• **WHAT IS EXPECTED**
Each entry below must appear in the answer exactly as written.

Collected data
● ● ● ● ●

"""The clean demo set: data files, two studies and the population values they were drawn from."""

from __future__ import annotations

from pathlib import Path

from carrylab.demo.economies import CODES, ECONOMIES
from carrylab.demo.files import (
    activity_rows,
    cross_rows,
    deposit_rows,
    fixed,
    forward_rows,
    index_rows,
    recession_rows,
    spot_rows,
    write_rows,
    zero_rows,
)
from carrylab.demo.population import population
from carrylab.demo.rates import MATURITIES, TENORS
from carrylab.demo.studies import CLEAN, CONTROLLED
from carrylab.demo.world import World

SPARSE = {"3m": 3, "1y": 12, "2y": 24, "5y": 60, "10y": 120}


def write_clean(world: World, folder: Path) -> None:
    """Write the clean set into a folder that exists."""
    tenors = [f"{tenor}m" for tenor in TENORS]
    months = MATURITIES.tolist()
    write_rows(folder / "zero_yields.csv", ["date", "economy", *(f"{n}m" for n in months)], zero_rows(world, months))
    sparse = zero_rows(world, list(SPARSE.values()))
    write_rows(folder / "zero_yields_sparse.csv", ["date", "economy", *SPARSE], sparse)
    write_rows(folder / "deposit_rates.csv", ["date", "currency", *tenors], deposit_rows(world))
    write_rows(folder / "fx_spot.csv", ["date", "pair", "bid", "ask"], spot_rows(world))
    write_rows(folder / "fx_crosses.csv", ["date", "pair", "bid", "ask"], cross_rows(world))
    write_rows(folder / "fx_forwards.csv", ["date", "pair", "tenor", "bid", "ask"], forward_rows(world))
    for name in ("price", "dividend", "total_return"):
        write_rows(folder / f"equity_{name}.csv", ["date", *CODES], index_rows(world, getattr(world, name)))
    write_rows(folder / "growth.csv", ["date", *CODES], activity_rows(world))
    write_rows(folder / "recessions.csv", ["from", "until"], recession_rows(world))
    write_answers(folder)


def write_answers(folder: Path) -> None:
    """Write what does not depend on the seed: the studies, the list of economies and the population values."""
    (folder / "study.toml").write_text(CLEAN, encoding="utf-8", newline="\n")
    (folder / "controls.toml").write_text(CONTROLLED, encoding="utf-8", newline="\n")
    who = [(e.code, e.name, e.currency, e.day_count, e.since, e.until, e.role) for e in ECONOMIES]
    header = ["economy", "name", "currency", "day_count", "since", "until", "role"]
    write_rows(folder / "economies.csv", header, who)
    slopes = [(s.market, s.parity, s.leg, s.horizon, s.group, fixed(s.value, 4), s.how) for s in population()]
    write_rows(
        folder / "population.csv",
        ["market", "parity", "leg", "horizon", "group", "value", "how"],
        slopes,
    )
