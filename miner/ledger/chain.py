"""The chain of hashes: what an entry's hash is taken over, and whether a chain holds.

An entry's hash is the SHA-256, in hexadecimal, of the UTF-8 bytes of one JSON object with its
number, stamp, kind, rule, quarter, who, why, body and previous, where ``previous`` is the hash of
the entry before. The object is written with sorted keys, without spaces, with every character as
itself and numbers as Python's ``repr`` has them (the shortest text that reads back as the same
double). So changing, removing or inserting an entry breaks every hash after it; only a removed tail
has to be told by a hash noted elsewhere.
"""

from __future__ import annotations

import hashlib
import json
from collections.abc import Iterable, Iterator
from dataclasses import dataclass
from typing import Any

from .records import Broken, Entry, Json, Verified

GENESIS = "0" * 64
HASHED = ("number", "stamp", "kind", "rule", "quarter", "who", "why", "body", "previous")


def canonical(value: Json) -> str:
    """The one way a JSON value is written.

    Raises
    ------
    ValueError : it holds what is no JSON (NaN, infinity, another type, itself), or text that
        databases cannot keep (half of a surrogate pair)
    """
    try:
        text = json.dumps(
            value, ensure_ascii=False, allow_nan=False, sort_keys=True, separators=(",", ":")
        )
        text.encode("utf-8")
    except UnicodeEncodeError:
        raise ValueError("text that is no Unicode (half of a surrogate pair)") from None
    except RecursionError:
        raise ValueError("lists within lists without end") from None
    except TypeError as error:
        raise ValueError(str(error)) from None
    return text


def hash_of(fields: dict[str, Any]) -> str:
    """The hash of an entry given as a mapping that holds ``HASHED``."""
    text = canonical({name: fields[name] for name in HASHED})
    return hashlib.sha256(text.encode("utf-8")).hexdigest()


@dataclass(frozen=True)
class Stored:
    """An entry as it was found: the entry, or why it cannot be read as one."""

    number: int
    entry: Entry | None
    problem: str = ""


def verify(found: Iterable[Stored], known: str | None = None) -> Verified:
    """Check a whole ledger, given in the order of its numbers.

    Parameters
    ----------
    known : a hash noted earlier, which has to be that of some entry
    """
    count, last = 0, None
    is_known = known is None
    for stored in found:
        problem = _problem(stored, count, last)
        if problem:
            return Verified(count, last, Broken(count + 1, problem))
        count, last = count + 1, stored.entry.hash if stored.entry else None
        is_known = is_known or last == known
    if not is_known:
        problem = f"no entry has the hash noted earlier, {known}: the ledger's end was removed"
        return Verified(count, last, Broken(count + 1, problem))
    return Verified(count, last, None)


def _problem(stored: Stored, count: int, last: str | None) -> str:
    if stored.number != count + 1:
        return f"missing: the next entry that is there has number {stored.number}"
    entry = stored.entry
    if entry is None:
        return stored.problem
    if entry.previous != (last or GENESIS):
        return "does not follow from the entry before: the hash it holds of that one is another"
    if hash_of(vars(entry)) != entry.hash:
        return "changed: its fields do not give its hash"
    return ""


def chained(fields: Iterable[dict[str, Any]], number: int, previous: str) -> Iterator[Entry]:
    """Entries out of what they say, after the entry with this number and hash."""
    for said in fields:
        number += 1
        linked = {**said, "number": number, "previous": previous}
        entry = Entry(**linked, hash=hash_of(linked))
        previous = entry.hash
        yield entry
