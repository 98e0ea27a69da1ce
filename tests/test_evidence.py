"""What the report shows beyond the tables: slow twins, planted profiles, one whole run."""

import json
from collections import Counter
from itertools import pairwise

import numpy as np
import pytest
from report_fixtures import made_up_run
from worlds import Plant, make_world, write_world

from miner import load_study
from miner.assemble import assemble
from miner.candidates import candidates_table
from miner.evidence import gather
from miner.evidence.arrivals import arrivals
from miner.evidence.hits_null import hits_null
from miner.evidence.lead_times import (
    events_caught,
    lead_times,
    months_judged,
    share_caught,
    workload,
)
from miner.evidence.profiles import REACH, event_rates, profile, timing
from miner.evidence.rule_facts import latest_triggers
from miner.evidence.tables import in_stratum, with_rows, within
from miner.evidence.together import MOST_ARRIVALS, together
from miner.holdout import judge_holdout
from miner.hunting import split_sessions
from miner.kernels import profiles as kernels
from miner.panel import (
    Labels,
    Panel,
    Spans,
    distinct_events,
    label_sessions,
    pack_alerts,
    pack_coverage,
)
from miner.search import search
from miner.time_split import Segment, discovery_slice, holdout_slice
from miner.triggers import find_triggers
from miner.units import make_case, make_unit

WINDOWS = {"lookback": 5, "horizon": 5, "rest": 5}


def pairs(entity, session):
    return list(zip(entity.tolist(), session.tolist(), strict=True))


# --- lead times, load, events caught -------------------------------------------------------------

● ● ● ● ●

• **COMPLETED EXERCISE**
"""The clean demo set: data files, two studies and the population values they were drawn from."""

from __future__ import annotations

from pathlib import Path

from carrylab.demo.economies import CODES, ECONOMIES
from carrylab.demo.files import (
    activity_rows,
    cross_rows,
    deposit_rows,
    fixed,
    forward_rows,
    index_rows,
    recession_rows,
    spot_rows,
    write_rows,
    zero_rows,
)
from carrylab.demo.population import population
from carrylab.demo.rates import MATURITIES, TENORS
from carrylab.demo.studies import CLEAN, CONTROLLED
from carrylab.demo.world import World

SPARSE = {"3m": 3, "1y": 12, "2y": 24, "5y": 60, "10y": 120}


def write_clean(world: World, folder: Path) -> None:
    """Write the clean set into a folder that exists."""
    tenors = [f"{tenor}m" for tenor in TENORS]
    months = MATURITIES.tolist()
    write_rows(folder / "zero_yields.csv", ["date", "economy", *(f"{n}m" for n in months)], zero_rows(world, months))
    sparse = zero_rows(world, list(SPARSE.values()))
    write_rows(folder / "zero_yields_sparse.csv", ["date", "economy", *SPARSE], sparse)
    write_rows(folder / "deposit_rates.csv", ["date", "currency", *tenors], deposit_rows(world))
    write_rows(folder / "fx_spot.csv", ["date", "pair", "bid", "ask"], spot_rows(world))
    write_rows(folder / "fx_crosses.csv", ["date", "pair", "bid", "ask"], cross_rows(world))
    write_rows(folder / "fx_forwards.csv", ["date", "pair", "tenor", "bid", "ask"], forward_rows(world))
    for name in ("price", "dividend", "total_return"):
        write_rows(folder / f"equity_{name}.csv", ["date", *CODES], index_rows(world, getattr(world, name)))
    write_rows(folder / "growth.csv", ["date", *CODES], activity_rows(world))
    write_rows(folder / "recessions.csv", ["from", "until"], recession_rows(world))
    write_answers(folder)


def write_answers(folder: Path) -> None:
    """Write what does not depend on the seed: the studies, the list of economies and the population values."""
    (folder / "study.toml").write_text(CLEAN, encoding="utf-8", newline="\n")
    (folder / "controls.toml").write_text(CONTROLLED, encoding="utf-8", newline="\n")
    who = [(e.code, e.name, e.currency, e.day_count, e.since, e.until, e.role) for e in ECONOMIES]
    header = ["economy", "name", "currency", "day_count", "since", "until", "role"]
    write_rows(folder / "economies.csv", header, who)
    slopes = [(s.market, s.parity, s.leg, s.horizon, s.group, fixed(s.value, 4), s.how) for s in population()]
    write_rows(
        folder / "population.csv",
        ["market", "parity", "leg", "horizon", "group", "value", "how"],
        slopes,
    )
filename miner/ledger/chain.py
"""The chain of hashes: what an entry's hash is taken over, and whether a chain holds.

An entry's hash is the SHA-256, in hexadecimal, of the UTF-8 bytes of one JSON object with its
number, stamp, kind, rule, quarter, who, why, body and previous, where ``previous`` is the hash of
the entry before. The object is written with sorted keys, without spaces, with every character as
itself and numbers as Python's ``repr`` has them (the shortest text that reads back as the same
double). So changing, removing or inserting an entry breaks every hash after it; only a removed tail
has to be told by a hash noted elsewhere.
"""

from __future__ import annotations

import hashlib
import json
from collections.abc import Iterable, Iterator
from dataclasses import dataclass
from typing import Any

from .records import Broken, Entry, Json, Verified

GENESIS = "0" * 64
HASHED = ("number", "stamp", "kind", "rule", "quarter", "who", "why", "body", "previous")


def canonical(value: Json) -> str:
    """The one way a JSON value is written.

    Raises
    ------
    ValueError : it holds what is no JSON (NaN, infinity, another type, itself), or text that
        databases cannot keep (half of a surrogate pair)
    """
    try:
        text = json.dumps(
            value, ensure_ascii=False, allow_nan=False, sort_keys=True, separators=(",", ":")
        )
        text.encode("utf-8")
    except UnicodeEncodeError:
        raise ValueError("text that is no Unicode (half of a surrogate pair)") from None
    except RecursionError:
        raise ValueError("lists within lists without end") from None
    except TypeError as error:
        raise ValueError(str(error)) from None
    return text


def hash_of(fields: dict[str, Any]) -> str:
    """The hash of an entry given as a mapping that holds ``HASHED``."""
    text = canonical({name: fields[name] for name in HASHED})
    return hashlib.sha256(text.encode("utf-8")).hexdigest()


@dataclass(frozen=True)
class Stored:
    """An entry as it was found: the entry, or why it cannot be read as one."""

    number: int
    entry: Entry | None
    problem: str = ""


def verify(found: Iterable[Stored], known: str | None = None) -> Verified:
    """Check a whole ledger, given in the order of its numbers.

    Parameters
    ----------
    known : a hash noted earlier, which has to be that of some entry
    """
    count, last = 0, None
    is_known = known is None
    for stored in found:
        problem = _problem(stored, count, last)
        if problem:
            return Verified(count, last, Broken(count + 1, problem))
        count, last = count + 1, stored.entry.hash if stored.entry else None
        is_known = is_known or last == known
    if not is_known:
        problem = f"no entry has the hash noted earlier, {known}: the ledger's end was removed"
        return Verified(count, last, Broken(count + 1, problem))
    return Verified(count, last, None)


def _problem(stored: Stored, count: int, last: str | None) -> str:
    if stored.number != count + 1:
        return f"missing: the next entry that is there has number {stored.number}"
    entry = stored.entry
    if entry is None:
        return stored.problem
    if entry.previous != (last or GENESIS):
        return "does not follow from the entry before: the hash it holds of that one is another"
    if hash_of(vars(entry)) != entry.hash:
        return "changed: its fields do not give its hash"
    return ""


def chained(fields: Iterable[dict[str, Any]], number: int, previous: str) -> Iterator[Entry]:
    """Entries out of what they say, after the entry with this number and hash."""
    for said in fields:
        number += 1
        linked = {**said, "number": number, "previous": previous}
        entry = Entry(**linked, hash=hash_of(linked))
        previous = entry.hash
        yield entry
repository 98e0ea27a69da1ce
filename tests/test_evidence.py
"""What the report shows beyond the tables: slow twins, planted profiles, one whole run."""

import json
from collections import Counter
from itertools import pairwise

import numpy as np
import pytest
from report_fixtures import made_up_run
from worlds import Plant, make_world, write_world

from miner import load_study
from miner.assemble import assemble
from miner.candidates import candidates_table
from miner.evidence import gather
from miner.evidence.arrivals import arrivals
from miner.evidence.hits_null import hits_null
from miner.evidence.lead_times import (
    events_caught,
    lead_times,
    months_judged,
    share_caught,
    workload,
)
from miner.evidence.profiles import REACH, event_rates, profile, timing
from miner.evidence.rule_facts import latest_triggers
from miner.evidence.tables import in_stratum, with_rows, within
from miner.evidence.together import MOST_ARRIVALS, together
from miner.holdout import judge_holdout
from miner.hunting import split_sessions
from miner.kernels import profiles as kernels
from miner.panel import (
    Labels,
    Panel,
    Spans,
    distinct_events,
    label_sessions,
    pack_alerts,
    pack_coverage,
)
from miner.search import search
from miner.time_split import Segment, discovery_slice, holdout_slice
from miner.triggers import find_triggers
from miner.units import make_case, make_unit

WINDOWS = {"lookback": 5, "horizon": 5, "rest": 5}


def pairs(entity, session):
    return list(zip(entity.tolist(), session.tolist(), strict=True))


# --- lead times, load, events caught -------------------------------------------------------------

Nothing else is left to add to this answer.